The researchers tackled the challenge of 3D scanning plants, which is difficult due to thin leaves and self-occlusion, by developing a fast, low-cost scanning platform with two tilting DSLR cameras, achieving measurements within 3-4% accuracy compared to manual methods.

Thin leaves, fine stems, self-occlusion, non-rigid and slowly changing structures make plants difficult for three-dimensional (3D) scanning and reconstruction -- two critical steps in automated visual phenotyping.

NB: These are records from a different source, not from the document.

import { describe, expect, test } from "vitest";
import { heightsOf, type Place, puckering } from "../../src/conformers/puckering.ts";
import { nearestShape, RING_SHAPES } from "../../src/conformers/ringShape.ts";
import { torsionAngle } from "../../src/conformers/torsionAngle.ts";

/**
 * Ring puckering in numbers.
 *
 * source: D. Cremer, J. A. Pople, J. Am. Chem. Soc. 1975, 97, 1354 (definition, ideal chair of 0.63 Å, glucopyranose ring
 * of sucrose); J. C. A. Boeyens, J. Cryst. Mol. Struct. 1978, 8, 317 (38 forms); JCBN, Pure Appl. Chem. 1981, 53, 1901
 * (symbols). All values from memory. A hexagon of radius r with heights z reproduces a shape exactly, since only heights
 * enter.
 */
const SOURCE = "(source: Cremer & Pople 1975, from memory)";

function hexagon(heights: readonly number[], radius = 1.4652): Place[] {
  // The numbering runs clockwise seen from +z, as the definition has the positive side.
  return heights.map((z, j) => ({
    x: radius * Math.cos((Math.PI / 3) * j),
    y: -radius * Math.sin((Math.PI / 3) * j),
    z,
  }));
}
const ring = (q2: number, phi: number, q3: number) => hexagon(heightsOf(q2, phi, q3));
const rad = Math.PI / 180;

describe(`Puckering of published rings ${SOURCE}`, () => {
  test("the tetrahedral chair with bonds of 1.54 Å has Q = r/√6 = 0.629 Å, printed as 0.63 Å, and θ = 0", () => {
    // Heights of ± r/6 · cos-projection: a tetrahedral chair has z = ± 1.54/6.
    const z = 1.54 / 6;
    const { Q, theta, phi } = puckering(hexagon([z, -z, z, -z, z, -z], 1.4519));
    expect(Math.abs(Q - 0.63)).toBeLessThan(0.005);
    expect(Math.abs(Q - 0.6287)).toBeLessThan(0.00005);
    expect(theta).toBeCloseTo(0, 9);
    expect(phi).toBeNull();
  });

  test("cyclohexane by electron diffraction (C–C 1.536 Å, C–C–C 111.4°) has Q = 0.565 Å and torsions of ±54.9°", () => {
    const z = 0.2305;
    const places = hexagon([z, -z, z, -z, z, -z], 1.4652);
    expect(Math.abs(puckering(places).Q - 0.5646)).toBeLessThan(0.0001);
    // From the angle alone: cos ω = −cos α/(1 + cos α).
    const alpha = 111.4 * rad;
    const omega = Math.acos(-Math.cos(alpha) / (1 + Math.cos(alpha))) / rad;
    places.forEach((_, k) => {
      const at = (step: number) => places[(k + step) % 6]!;
      const torsion = torsionAngle(at(0), at(1), at(2), at(3));
      expect(Math.abs(Math.abs(torsion) - omega)).toBeLessThan(0.1);
      const next = torsionAngle(at(1), at(2), at(3), at(4));
      expect(Math.sign(torsion)).toBe(-Math.sign(next));
    });
  });

  test("the glucopyranose ring of sucrose: Q = 0.556 Å, θ = 5.2°, φ = 183.7°, and back from its heights", () => {
    const heights = [0.197, -0.2099, 0.2389, -0.2551, 0.2422, -0.2132];
    const found = puckering(hexagon(heights));
    expect(found.Q.toFixed(3)).toBe("0.556");
    expect(found.theta.toFixed(1)).toBe("5.2");
    // Heights to 0.0001 Å fix the phase to about 0.2° at this small q2.
    expect(Math.abs(found.phi! - 183.7)).toBeLessThan(0.2);
    const q2 = 0.556 * Math.sin(5.2 * rad);
    const q3 = 0.556 * Math.cos(5.2 * rad);
    for (const [j, z] of heightsOf(q2, 183.7, q3).entries())
      expect(Math.abs(z - heights[j]!)).toBeLessThan(0.00006);
    expect(nearestShape(found.theta, found.phi).shape.symbol).toBe("^4C_1");
  });

  test("a ring in general orientation: Q 0.6000 Å, θ 70.00°, φ 25.00°, q2 0.5638, q3 0.2052", () => {
    const places = [
      [-0.2677, 2.7775, 2.8146],
      [1.1695, 3.2794, 2.252],
      [2.2404, 2.7357, 3.1601],
      [2.1197, 1.3983, 3.7289],
      [0.9643, 0.5617, 3.2568],
      [-0.2262, 1.2474, 2.7877],
    ].map(([x, y, z]) => ({ x: x!, y: y!, z: z! }));
    const found = puckering(places);
    expect(found.Q.toFixed(4)).toBe("0.6000");
    expect(found.theta.toFixed(2)).toBe("70.00");
    expect(found.phi!.toFixed(2)).toBe("25.00");
    expect(found.q2.toFixed(4)).toBe("0.5638");
    expect(found.q3.toFixed(4)).toBe("0.2052");
    const expected = [0.3788, -0.3504, 0.0554, 0.2113, -0.1829, -0.1121];
    for (const [j, z] of found.heights.entries()) expect(z.toFixed(4)).toBe(expected[j]!.toFixed(4));
  });
});

describe(`Puckering depends on the order of the atoms as its definition says ${SOURCE}`, () => {
  const places = ring(0.3, 40, 0.45);
  const { theta, phi, Q } = puckering(places);
  const turn = (degrees: number) => ((degrees % 360) + 360) % 360;

  test("ring inversion takes θ to 180° − θ and φ to φ + 180°", () => {
    const inverted = puckering(places.map(({ x, y, z }) => ({ x, y, z: -z })));
    expect(inverted.Q).toBeCloseTo(Q, 9);
    expect(inverted.theta).toBeCloseTo(180 - theta, 9);
    expect(inverted.phi).toBeCloseTo(turn(phi! + 180), 9);
  });

  test("starting one atom later takes φ to φ + 120° and θ to 180° − θ", () => {
    const later = puckering([...places.slice(1), places[0]!]);
    expect(later.theta).toBeCloseTo(180 - theta, 9);
    expect(later.phi).toBeCloseTo(turn(phi! + 120), 9);
  });

  test("walking backwards from the same atom takes φ to 180° − φ and θ to 180° − θ", () => {
    const back = puckering([places[0]!, ...places.slice(1).reverse()]);
    expect(back.theta).toBeCloseTo(180 - theta, 9);
    expect(back.phi).toBeCloseTo(turn(180 - phi!), 9);
  });
});

describe("The 38 canonical forms and their symbols (source: Boeyens 1978; JCBN 1981, from memory)", () => {
  test("are 2 chairs, 6 boats, 6 skews, 12 half-chairs and 12 envelopes, all different", () => {
    const count = (word: string) => RING_SHAPES.filter((shape) => shape.word === word).length;
    expect(["chair", "boat", "twist-boat", "half-chair", "envelope"].map(count)).toEqual([2, 6, 6, 12, 12]);
    expect(new Set(RING_SHAPES.map(({ symbol }) => symbol)).size).toBe(38);
  });

  test.each([
    [0, 0, "^4C_1"],
    [180, 0, "^1C_4"],
    [90, 0, "^3^,^OB"],
    [90, 60, "B_1_,_4"],
    [90, 120, "^2^,^5B"],
    [90, 180, "B_3_,_O"],
    [90, 240, "^1^,^4B"],
    [90, 300, "B_2_,_5"],
    [90, 30, "^3S_1"],
    [90, 90, "^5S_1"],
    [90, 150, "^2S_O"],
    [90, 210, "^1S_3"],
    [90, 270, "^1S_5"],
    [90, 330, "^OS_2"],
    [54.7, 0, "^OE"],
    [125.3, 300, "E_2"],
    [50.8, 30, "^OH_1"],
    [50.8, 210, "^4H_3"],
    [129.2, 90, "^5H_4"],
    [129.2, 150, "^5H_O"],
    [129.2, 330, "^3H_2"],
  ])("θ %s°, φ %s° is %s", (theta, phi, symbol) => {
    const { shape, distance } = nearestShape(theta, phi);
    expect(shape.symbol).toBe(symbol);
    expect(distance).toBeLessThan(0.1);
  });
});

Many current solutions such as laser scanning, structured light, and multiview stereo can struggle to acquire usable 3D models because of limitations in scanning resolution and calibration accuracy. In response, we have developed a fast, low-cost, 3D scanning platform to image plants on a rotating stage with two tilting DSLR cameras centred on the plant. This uses new methods of camera calibration and background removal to achieve high-accuracy 3D reconstruction. We assessed the system's accuracy using a 3D visual hull reconstruction algorithm applied on 2 plastic models of dicotyledonous plants, 2 sorghum plants and 2 wheat plants across different sets of tilt angles. Scan times ranged from 3 minutes (to capture 72 images using 2 tilt angles), to 30 minutes (to capture 360 images using 10 tilt angles). The leaf lengths, widths, areas and perimeters of the plastic models were measured manually and compared to measurements from the scanning system: results were within 3-4% of each other. The 3D reconstructions obtained with the scanning system show excellent geometric agreement with all six plant specimens, even plants with thin leaves and fine stems.